--- PROBLEM TO SOLVE ---
An exact copy of each record is required.

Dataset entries
■ ■ ■

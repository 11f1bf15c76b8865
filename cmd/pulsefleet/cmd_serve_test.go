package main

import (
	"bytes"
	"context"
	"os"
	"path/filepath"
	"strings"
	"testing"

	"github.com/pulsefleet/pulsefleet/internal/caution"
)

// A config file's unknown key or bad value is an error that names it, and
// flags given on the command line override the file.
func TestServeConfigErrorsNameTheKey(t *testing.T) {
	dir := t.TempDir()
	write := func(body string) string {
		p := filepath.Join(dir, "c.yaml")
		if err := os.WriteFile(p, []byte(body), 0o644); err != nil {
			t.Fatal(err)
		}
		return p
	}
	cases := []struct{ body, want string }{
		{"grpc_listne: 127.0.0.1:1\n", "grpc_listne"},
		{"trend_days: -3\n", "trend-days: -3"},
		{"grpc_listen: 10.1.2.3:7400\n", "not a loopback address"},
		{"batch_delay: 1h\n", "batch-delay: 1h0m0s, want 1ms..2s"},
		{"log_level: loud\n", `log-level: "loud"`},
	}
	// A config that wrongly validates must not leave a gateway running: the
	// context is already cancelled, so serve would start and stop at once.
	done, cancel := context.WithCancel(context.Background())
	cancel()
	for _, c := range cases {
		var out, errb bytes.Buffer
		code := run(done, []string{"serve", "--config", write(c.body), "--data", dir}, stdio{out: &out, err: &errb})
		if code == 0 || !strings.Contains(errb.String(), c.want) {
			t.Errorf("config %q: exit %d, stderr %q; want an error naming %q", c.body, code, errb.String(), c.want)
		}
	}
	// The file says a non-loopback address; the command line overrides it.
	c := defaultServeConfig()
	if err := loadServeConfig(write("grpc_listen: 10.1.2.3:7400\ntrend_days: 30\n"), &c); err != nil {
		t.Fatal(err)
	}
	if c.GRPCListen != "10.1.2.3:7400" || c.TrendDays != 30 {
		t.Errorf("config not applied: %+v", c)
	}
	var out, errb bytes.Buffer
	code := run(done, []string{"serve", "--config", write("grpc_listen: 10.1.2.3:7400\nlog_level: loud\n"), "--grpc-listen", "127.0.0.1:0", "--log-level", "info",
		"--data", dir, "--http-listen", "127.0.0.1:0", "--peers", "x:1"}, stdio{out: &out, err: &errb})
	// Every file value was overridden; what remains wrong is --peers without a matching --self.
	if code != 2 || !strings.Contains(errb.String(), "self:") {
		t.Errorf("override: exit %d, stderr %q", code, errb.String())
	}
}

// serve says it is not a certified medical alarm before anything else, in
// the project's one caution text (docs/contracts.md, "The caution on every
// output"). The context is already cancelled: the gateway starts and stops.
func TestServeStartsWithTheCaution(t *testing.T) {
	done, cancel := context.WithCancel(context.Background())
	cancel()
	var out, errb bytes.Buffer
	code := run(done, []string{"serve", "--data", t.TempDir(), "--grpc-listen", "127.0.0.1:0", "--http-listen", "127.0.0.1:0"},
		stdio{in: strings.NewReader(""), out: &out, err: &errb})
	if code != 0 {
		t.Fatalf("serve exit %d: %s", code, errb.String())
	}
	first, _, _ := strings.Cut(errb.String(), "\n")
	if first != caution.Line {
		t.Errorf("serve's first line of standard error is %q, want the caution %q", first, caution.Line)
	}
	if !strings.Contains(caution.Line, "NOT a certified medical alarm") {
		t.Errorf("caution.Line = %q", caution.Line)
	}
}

■ ■ ■

--- ANSWER BOX ---
repository 11f1bf15c76b8865
filename cmd/pulsefleet/cmd_serve_test.go
package main

import (
	"bytes"
	"context"
	"os"
	"path/filepath"
	"strings"
	"testing"

	"github.com/pulsefleet/pulsefleet/internal/caution"
)

// A config file's unknown key or bad value is an error that names it, and
// flags given on the command line override the file.
func TestServeConfigErrorsNameTheKey(t *testing.T) {
	dir := t.TempDir()
	write := func(body string) string {
		p := filepath.Join(dir, "c.yaml")
		if err := os.WriteFile(p, []byte(body), 0o644); err != nil {
			t.Fatal(err)
		}
		return p
	}
	cases := []struct{ body, want string }{
		{"grpc_listne: 127.0.0.1:1\n", "grpc_listne"},
		{"trend_days: -3\n", "trend-days: -3"},
		{"grpc_listen: 10.1.2.3:7400\n", "not a loopback address"},
		{"batch_delay: 1h\n", "batch-delay: 1h0m0s, want 1ms..2s"},
		{"log_level: loud\n", `log-level: "loud"`},
	}
	// A config that wrongly validates must not leave a gateway running: the
	// context is already cancelled, so serve would start and stop at once.
	done, cancel := context.WithCancel(context.Background())
	cancel()
	for _, c := range cases {
		var out, errb bytes.Buffer
		code := run(done, []string{"serve", "--config", write(c.body), "--data", dir}, stdio{out: &out, err: &errb})
		if code == 0 || !strings.Contains(errb.String(), c.want) {
			t.Errorf("config %q: exit %d, stderr %q; want an error naming %q", c.body, code, errb.String(), c.want)
		}
	}
	// The file says a non-loopback address; the command line overrides it.
	c := defaultServeConfig()
	if err := loadServeConfig(write("grpc_listen: 10.1.2.3:7400\ntrend_days: 30\n"), &c); err != nil {
		t.Fatal(err)
	}
	if c.GRPCListen != "10.1.2.3:7400" || c.TrendDays != 30 {
		t.Errorf("config not applied: %+v", c)
	}
	var out, errb bytes.Buffer
	code := run(done, []string{"serve", "--config", write("grpc_listen: 10.1.2.3:7400\nlog_level: loud\n"), "--grpc-listen", "127.0.0.1:0", "--log-level", "info",
		"--data", dir, "--http-listen", "127.0.0.1:0", "--peers", "x:1"}, stdio{out: &out, err: &errb})
	// Every file value was overridden; what remains wrong is --peers without a matching --self.
	if code != 2 || !strings.Contains(errb.String(), "self:") {
		t.Errorf("override: exit %d, stderr %q", code, errb.String())
	}
}

// serve says it is not a certified medical alarm before anything else, in
// the project's one caution text (docs/contracts.md, "The caution on every
// output"). The context is already cancelled: the gateway starts and stops.
func TestServeStartsWithTheCaution(t *testing.T) {
	done, cancel := context.WithCancel(context.Background())
	cancel()
	var out, errb bytes.Buffer
	code := run(done, []string{"serve", "--data", t.TempDir(), "--grpc-listen", "127.0.0.1:0", "--http-listen", "127.0.0.1:0"},
		stdio{in: strings.NewReader(""), out: &out, err: &errb})
	if code != 0 {
		t.Fatalf("serve exit %d: %s", code, errb.String())
	}
	first, _, _ := strings.Cut(errb.String(), "\n")
	if first != caution.Line {
		t.Errorf("serve's first line of standard error is %q, want the caution %q", first, caution.Line)
	}
	if !strings.Contains(caution.Line, "NOT a certified medical alarm") {
		t.Errorf("caution.Line = %q", caution.Line)
	}
}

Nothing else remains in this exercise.